En 2013, Myanmar parecía un sueño que apenas despertaba después de cincuenta años de pesadilla militar. Las calles de Rangún tenían el aire de un lugar que había estado en pausa demasiado tiempo. Los templos, las pagodas doradas, los lagos con barcas de madera: todo seguía ahí, intacto, como si la historia hubiera pasado de largo. Había pocos turistas, apenas algunos mochileros desorientados que miraban alrededor y se preguntaban si de verdad habían llegado a un país entero recién abierto al mundo. La comida era la misma de siempre: curris densos, hojas de té fermentadas, sopas de fideos que olían a humo y a carbón. Comer en Myanmar era masticar historia sin filtros.
El turismo empezaba a llegar con timidez. Algunos veían en eso un futuro brillante: divisas frescas, trabajo para guías, choferes, hoteles. Otros intuían la trampa: abrir la puerta significa dejar que el mundo entre, y el mundo suele entrar con prisas, a veces con botas.
Diez años después, todo cambió. Primero la pandemia apagó los aeropuertos. Después, el golpe militar de 2021 devolvió el país al miedo, a la violencia, a la desconfianza. Hoteles que antes prometían “lujo a orillas del Inle” cerraron con candados oxidados. En Bagan, donde antes los turistas subían a globos aerostáticos para ver el amanecer sobre los templos, ahora reina un silencio extraño, roto a veces por los combates en las afueras.

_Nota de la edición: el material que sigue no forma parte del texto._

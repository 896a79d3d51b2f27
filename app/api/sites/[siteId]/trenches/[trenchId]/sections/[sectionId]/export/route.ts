import { api } from "@/lib/server/api-catalog";
import { exportSection } from "@/lib/server/export/section-export";
import { siteActor } from "@/lib/server/guard";
import { guardedRoute } from "@/lib/server/http";

export const GET = guardedRoute(api.sectionExport, (ctx) =>
  exportSection(ctx.db, siteActor(ctx).site, ctx.params.trenchId, ctx.params.sectionId, ctx.input),
);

El turismo en Myanmar se convirtió en un arma de doble filo. Cuando hay paz, cuando las carreteras están abiertas, da trabajo, alimenta familias, conecta mundos. Pero basta una chispa —una enfermedad global, un tanque en la calle— para que todo se derrumbe. El país que alguna vez pareció “el último rincón auténtico del sudeste asiático” ahora es también el espejo de lo frágil que puede ser una economía basada en sonrisas y servicio.

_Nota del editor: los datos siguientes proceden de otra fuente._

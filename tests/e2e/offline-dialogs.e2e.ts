/**
 * What a digger is told about work still on the device: signing out with a find not yet sent asks first
 * (and the find stays in that user's outbox for the next sign-in), and a browser storage nearly full is
 * a warning in the device panel. The server is made unreachable for finds only, by aborting those requests
 * in the browser (service workers blocked, so the page's own requests are the ones routed).
 */
import { afterAll, beforeAll, describe, expect, it } from "vitest";
import type { Browser, Page } from "playwright-core";
import { baseURL, openBrowser, shown, signIn } from "./support/browser";
import { freshTrench, tapPlan } from "./support/plan-trench";

let browser: Browser;
beforeAll(async () => {
  browser = await openBrowser();
});
afterAll(async () => {
  await browser?.close();
});

const FINDS_POST = /\/api\/sites\/[^/]+\/finds$/;

async function diggerPage(init?: () => void): Promise<Page> {
  const context = await browser.newContext({
    baseURL: baseURL(),
    viewport: { width: 1366, height: 900 },
    serviceWorkers: "block",
  });
  if (init) await context.addInitScript(init);
  const page = await context.newPage();
  await signIn(page, "digger");
  return page;
}

describe("work still on the device", () => {
  it("signing out with an unsent find asks first; the find stays in the outbox for the next sign-in", async () => {
    const page = await diggerPage();
    const t = await freshTrench(page);
    // Finds cannot reach the server; everything else can (the device reserves its number blocks).
    await page.route(FINDS_POST, (route) =>
      route.request().method() === "POST" ? route.abort("internetdisconnected") : route.continue(),
    );
    const blocks = page.waitForResponse((r) => /number-blocks$/.test(r.url()) && r.request().method() === "POST");
    await page.goto(`/sites/${t.siteId}/trenches/${t.trenchId}`);
    await shown(page.getByTestId("plan-canvas"), 20_000);
    await blocks;

    await page.getByRole("button", { name: /Place find/ }).click();
    await tapPlan(page, false, 2, 1);
    await page.getByLabel("Class").selectOption({ index: 1 });
    await page.getByLabel("Context").selectOption({ label: `${t.contextNumber} · deposit` });
    await page.getByRole("button", { name: "Record find", exact: true }).click();
    await shown(page.getByTestId("plan-message").filter({ hasText: /Find #\d+ kept on this device/ }), 20_000);

    await page.getByRole("button", { name: "Sign out", exact: true }).click();
    const dialog = page.getByRole("alertdialog", { name: "Unsent work" });
    await shown(dialog);
    expect(await dialog.textContent()).toContain("1 record on this device has not reached the server.");
    // Staying keeps the user signed in, on the same page.
    await dialog.getByRole("button", { name: "Stay" }).click();
    expect(await dialog.count()).toBe(0);
    expect(page.url()).toContain(`/trenches/${t.trenchId}`);

    await page.getByRole("button", { name: "Sign out", exact: true }).click();
    await page
      .getByRole("alertdialog", { name: "Unsent work" })
      .getByRole("button", { name: "Sign out anyway" })
      .click();
    await page.waitForURL(/\/sign-in/);
    const api = await page.request.get(`/api/sites/${t.siteId}/finds?trenchId=${t.trenchId}`);
    expect(api.status()).toBe(401); // signed out: the session is gone

    // Signed in again on the same device, the find is still waiting in this user's outbox, and is sent
    // once the server can be reached.
    await signIn(page, "digger");
    await page.goto(`/sites/${t.siteId}/trenches/${t.trenchId}`);
    await shown(page.getByTestId("plan-canvas"), 20_000);
    await page.getByTestId("device-status").click();
    await shown(page.getByRole("heading", { name: "Waiting to be sent (1)" }));
    await page.unroute(FINDS_POST);
    await page.getByRole("button", { name: "Send now" }).click();
    await expect
      .poll(
        async () =>
          (
            (await (await page.request.get(`/api/sites/${t.siteId}/finds?trenchId=${t.trenchId}`)).json()) as {
              rows: unknown[];
            }
          ).rows.length,
        { timeout: 60_000, interval: 1_000 },
      )
      .toBe(1);
    await page.context().close();
  }, 150_000);

  it("a browser storage nearly full is a warning in the device panel", async () => {
    const page = await diggerPage(() => {
      // 95 of 100 MB used: above the warning share.
      Object.defineProperty(navigator.storage, "estimate", {
        value: async () => ({ usage: 95 * 1024 * 1024, quota: 100 * 1024 * 1024 }),
      });
    });
    const t = await freshTrench(page);
    await page.goto(`/sites/${t.siteId}/trenches/${t.trenchId}`);
    await shown(page.getByTestId("plan-canvas"), 20_000);
    await page.getByTestId("device-status").click();
    await shown(page.getByRole("alert").filter({ hasText: /Nearly full: send the outbox/ }));
    await page.context().close();
  }, 90_000);
});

Myanmar sigue siendo hermoso, brutal, humano hasta el hueso. Su comida no ha cambiado. El té todavía se sirve en vasos de vidrio empañado en las casas de té, los pescadores aún reman con una pierna sobre el lago Inle, las pagodas siguen doradas aunque el mundo alrededor se queme. Pero la pregunta que queda es la misma: ¿qué precio se paga por abrir la puerta al turismo? ¿Y qué queda cuando el turismo, inevitablemente, se va?
Hoy un informe de la ONU muestra el sombrío panorama de Myanmar, una nación en caída libre, donde casi el 50% de la población vive por debajo del umbral de pobreza, y un 25% apenas lo supera. El documento subraya la necesidad de un compromiso internacional activo y de negociación con todas las partes implicadas para ayudar al país.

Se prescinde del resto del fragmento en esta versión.